Return every line of the listing that includes the string "document".

:: DATA RECORDS

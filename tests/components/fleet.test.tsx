import { cleanup, render, screen } from '@testing-library/react';
import { SWRConfig } from 'swr';
import { afterEach, describe, expect, it, vi } from 'vitest';
import type { Fleet } from '@/api/fleet.ts';
import FleetPage from '@/components/fleet/FleetPage.tsx';

afterEach(() => {
  cleanup();
  vi.unstubAllGlobals();
});

function show(fleet: Partial<Fleet>) {
  vi.stubGlobal('fetch', async () =>
    Response.json({ redis: 'off', release: '0.1.0', serverThreads: 2, machines: [], ...fleet }),
  );
  render(
    <SWRConfig value={{ provider: () => new Map(), dedupingInterval: 0 }}>
      <FleetPage />
    </SWRConfig>,
  );
  return screen.findByText(/This server computes with/);
}

describe('the page of the fleet', () => {
  it('says how to add one where there is none', async () => {
    await show({});
    expect(screen.getByRole('heading', { name: 'Add a fleet' })).toBeTruthy();
    expect(document.body.textContent).toMatch(/2 threads.*REDIS_URL=redis.*npm run fleet/);
  });

  it('lists the machines, and those of another release as refused', async () => {
    const machine = { threads: 8, since: '2026-12-01T05:00:00.000Z', shards: 1200 };
    await show({
      redis: 'up',
      machines: [
        { ...machine, name: 'north', release: '0.1.0' },
        { ...machine, name: 'south', release: '0.0.9', shards: 0, refused: 'the server has 0.1.0' },
      ],
    });
    expect(screen.getAllByRole('row')).toHaveLength(3);
    expect(document.body.textContent).toMatch(/south.*0\.0\.9 refused: the server has 0\.1\.0/);
  });

  it('says what is lost while Redis does not answer: nothing', async () => {
    await show({ redis: 'down' });
    expect(document.body.textContent).toMatch(/Redis does not answer.*committed are safe/);
    expect(document.body.textContent).toContain('No machine has joined.');
  });
});
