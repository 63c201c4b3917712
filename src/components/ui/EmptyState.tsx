import type { ReactNode } from 'react';

interface Props {
  title: string;
  children?: ReactNode;
  action?: ReactNode;
}

/** Nothing here yet, why, and the one thing to do about it. */
export function EmptyState({ title, children, action }: Props) {
  return (
    <div className="border border-rule border-dashed px-5 py-8">
      <h2>{title}</h2>
      {children && <p className="mt-1 max-w-prose text-quiet">{children}</p>}
      {action && <div className="mt-4">{action}</div>}
    </div>
  );
}
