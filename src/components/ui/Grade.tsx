import type { ReactNode } from 'react';
import type { Grade as GradeName } from '@/core/evidence.ts';

const SHAPE: Record<GradeName, ReactNode> = {
  proved: <rect x="1.5" y="1.5" width="9" height="9" fill="currentColor" />,
  computed: <circle cx="6" cy="6" r="5" fill="currentColor" />,
  bounded: <path d="M4 1.5H1.5v9H4M8 1.5h2.5v9H8" fill="none" stroke="currentColor" strokeWidth="1.5" />,
  sampled: (
    <circle cx="6" cy="6" r="4.6" fill="none" stroke="currentColor" strokeWidth="1.5" strokeDasharray="2.2 1.4" />
  ),
};

const MEANING: Record<GradeName, string> = {
  proved: 'by a theorem whose hypotheses were checked on this object',
  computed: 'exhaustively, here',
  bounded: 'between a lower and an upper value',
  sampled: 'an estimate with an interval and a count',
};

export function GradeShape({ grade }: { grade: GradeName }) {
  return (
    <svg viewBox="0 0 12 12" className="size-[0.7rem] shrink-0" aria-hidden="true" data-grade={grade}>
      {SHAPE[grade]}
    </svg>
  );
}

interface Props {
  grade: GradeName;
  /** How it was found; shown on hover together with the grade's meaning. */
  method?: string;
}

/** How a value is known: always the shape and the word together. */
export function Grade({ grade, method }: Props) {
  return (
    <span
      className="inline-flex items-baseline gap-1.5 whitespace-nowrap font-sans font-semibold text-quiet text-tiny"
      title={method ? `${grade}, ${MEANING[grade]}: ${method}` : `${grade}: ${MEANING[grade]}`}
    >
      <GradeShape grade={grade} />
      {grade}
    </span>
  );
}
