import { type ReactNode, useId } from 'react';
import { classes } from './classes.ts';

/** What a control needs to be tied to its label, hint and error. */
export interface ControlProps {
  id: string;
  'aria-describedby': string | undefined;
  'aria-invalid': true | undefined;
  'aria-required': true | undefined;
}

interface Props {
  label: ReactNode;
  /** Said before anything goes wrong: unit, range, an example. */
  hint?: ReactNode;
  /** Says what would be accepted. */
  error?: string | null | undefined;
  required?: boolean;
  className?: string;
  children: (control: ControlProps) => ReactNode;
}

/** Label above, control, then the error or the hint; the control is told about both. */
export function Field({ label, hint, error, required, className, children }: Props) {
  const id = useId();
  const note = error ? `${id}-error` : hint ? `${id}-hint` : undefined;
  return (
    <div className={classes('grid content-start gap-1', className)}>
      <label htmlFor={id} className="text-tiny text-quiet">
        {label}
      </label>
      {children({
        id,
        'aria-describedby': note,
        'aria-invalid': error ? true : undefined,
        'aria-required': required || undefined,
      })}
      {error ? (
        <p id={note} className="text-fail text-tiny">
          <span className="font-semibold">Not accepted:</span> {error}
        </p>
      ) : (
        hint && (
          <p id={note} className="text-quiet text-tiny">
            {hint}
          </p>
        )
      )}
    </div>
  );
}
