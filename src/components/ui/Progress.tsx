interface Props {
  label: string;
  /** 0 to 1, or null while the end is not known. */
  value: number | null;
  /** Under the bar: left "62 %, 1 min 40 s left", right "8.1 M frames/s". */
  left?: string;
  right?: string;
}

export function Progress({ label, value, left, right }: Props) {
  const percent = value === null ? null : Math.round(Math.min(1, Math.max(0, value)) * 100);
  return (
    <div>
      <div
        role="progressbar"
        aria-label={label}
        aria-valuemin={0}
        aria-valuemax={100}
        aria-valuenow={percent ?? undefined}
        aria-valuetext={left}
        className="h-1.5 overflow-hidden bg-hair"
      >
        <div
          className={percent === null ? 'h-full w-1/4 animate-pulse bg-act' : 'h-full bg-act'}
          style={percent === null ? undefined : { width: `${percent}%` }}
        />
      </div>
      {(left || right) && (
        <p className="mt-1 flex justify-between gap-3 text-quiet text-tiny">
          <span>{left}</span>
          <span>{right}</span>
        </p>
      )}
    </div>
  );
}
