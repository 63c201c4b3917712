import type { InputHTMLAttributes, ReactNode, SelectHTMLAttributes, TextareaHTMLAttributes } from 'react';
import { classes } from './classes.ts';
import { Field } from './Field.tsx';

const TEXT = 'w-full min-w-0 py-1 text-ink placeholder:text-quiet aria-invalid:border-fail disabled:text-quiet';
const LINE = `${TEXT} min-h-9 border-0 border-b border-ink px-0.5 font-mono aria-invalid:border-b-2 disabled:border-rule`;

interface Labelled {
  label: ReactNode;
  hint?: ReactNode;
  error?: string | null | undefined;
  /** Of the whole field, not of the control. */
  className?: string;
}

type InputProps = Labelled & Omit<InputHTMLAttributes<HTMLInputElement>, 'className'>;

export function TextField({ label, hint, error, className, required, ...input }: InputProps) {
  return (
    <Field label={label} hint={hint} error={error} required={required} className={className}>
      {(control) => <input type="text" {...input} {...control} className={classes(LINE, 'bg-transparent')} />}
    </Field>
  );
}

/** A number typed as text, so that 1e-9 and a half-typed value are not lost; the schema judges it. */
export function NumberField(props: InputProps) {
  return <TextField inputMode="decimal" autoComplete="off" spellCheck={false} {...props} />;
}

export interface Choice {
  value: string;
  label: string;
  disabled?: boolean;
}

type SelectProps = Labelled &
  Omit<SelectHTMLAttributes<HTMLSelectElement>, 'className'> & { choices: readonly Choice[] };

export function SelectField({ label, hint, error, className, required, choices, ...select }: SelectProps) {
  return (
    <Field label={label} hint={hint} error={error} required={required} className={className}>
      {(control) => (
        <select {...select} {...control} className={classes(LINE, 'bg-ground')}>
          {choices.map((choice) => (
            <option key={choice.value} value={choice.value} disabled={choice.disabled}>
              {choice.label}
            </option>
          ))}
        </select>
      )}
    </Field>
  );
}

type AreaProps = Labelled & Omit<TextareaHTMLAttributes<HTMLTextAreaElement>, 'className'>;

export function TextAreaField({ label, hint, error, className, required, ...area }: AreaProps) {
  return (
    <Field label={label} hint={hint} error={error} required={required} className={className}>
      {(control) => (
        <textarea rows={3} {...area} {...control} className={classes(TEXT, 'border border-ink bg-transparent px-2')} />
      )}
    </Field>
  );
}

::::

◆ PROBLEM SOLUTION ◆
    expect(document.body.textContent).toMatch(/2 threads.*REDIS_URL=redis.*npm run fleet/);
    expect(document.body.textContent).toMatch(/south.*0\.0\.9 refused: the server has 0\.1\.0/);
    expect(document.body.textContent).toMatch(/Redis does not answer.*committed are safe/);
    expect(document.body.textContent).toContain('No machine has joined.');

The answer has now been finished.